**WHAT IS EXPECTED**
I need the number of lines in the data that include "filter"; reply with that number alone.

── SOURCE DATA ──

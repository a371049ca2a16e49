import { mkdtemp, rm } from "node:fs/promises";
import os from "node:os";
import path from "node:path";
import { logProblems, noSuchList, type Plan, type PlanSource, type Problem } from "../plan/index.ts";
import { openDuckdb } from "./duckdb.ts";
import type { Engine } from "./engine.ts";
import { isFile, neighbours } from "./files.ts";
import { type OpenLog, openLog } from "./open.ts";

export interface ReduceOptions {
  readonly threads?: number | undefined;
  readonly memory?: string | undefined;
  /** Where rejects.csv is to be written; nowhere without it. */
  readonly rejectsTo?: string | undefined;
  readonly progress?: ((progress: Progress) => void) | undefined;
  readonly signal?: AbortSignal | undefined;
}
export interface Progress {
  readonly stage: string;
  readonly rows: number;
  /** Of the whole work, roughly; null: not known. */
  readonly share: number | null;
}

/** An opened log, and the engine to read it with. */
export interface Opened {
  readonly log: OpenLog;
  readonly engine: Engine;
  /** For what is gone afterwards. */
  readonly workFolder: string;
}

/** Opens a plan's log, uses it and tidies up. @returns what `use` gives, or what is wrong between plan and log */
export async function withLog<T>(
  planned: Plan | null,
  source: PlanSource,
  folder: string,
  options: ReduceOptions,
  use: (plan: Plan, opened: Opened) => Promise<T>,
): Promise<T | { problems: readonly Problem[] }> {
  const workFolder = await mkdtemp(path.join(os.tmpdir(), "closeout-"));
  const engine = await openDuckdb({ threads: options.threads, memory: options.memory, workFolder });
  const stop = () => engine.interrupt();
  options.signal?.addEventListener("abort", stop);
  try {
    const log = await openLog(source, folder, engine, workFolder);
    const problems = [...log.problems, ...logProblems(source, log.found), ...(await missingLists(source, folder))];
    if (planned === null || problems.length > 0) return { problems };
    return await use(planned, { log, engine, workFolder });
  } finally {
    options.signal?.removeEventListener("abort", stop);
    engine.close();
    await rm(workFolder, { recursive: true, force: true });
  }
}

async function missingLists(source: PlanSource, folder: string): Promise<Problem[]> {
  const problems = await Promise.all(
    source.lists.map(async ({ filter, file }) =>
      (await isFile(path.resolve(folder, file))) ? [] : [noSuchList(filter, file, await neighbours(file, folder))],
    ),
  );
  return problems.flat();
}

───

**EXERCISE RESULT**
2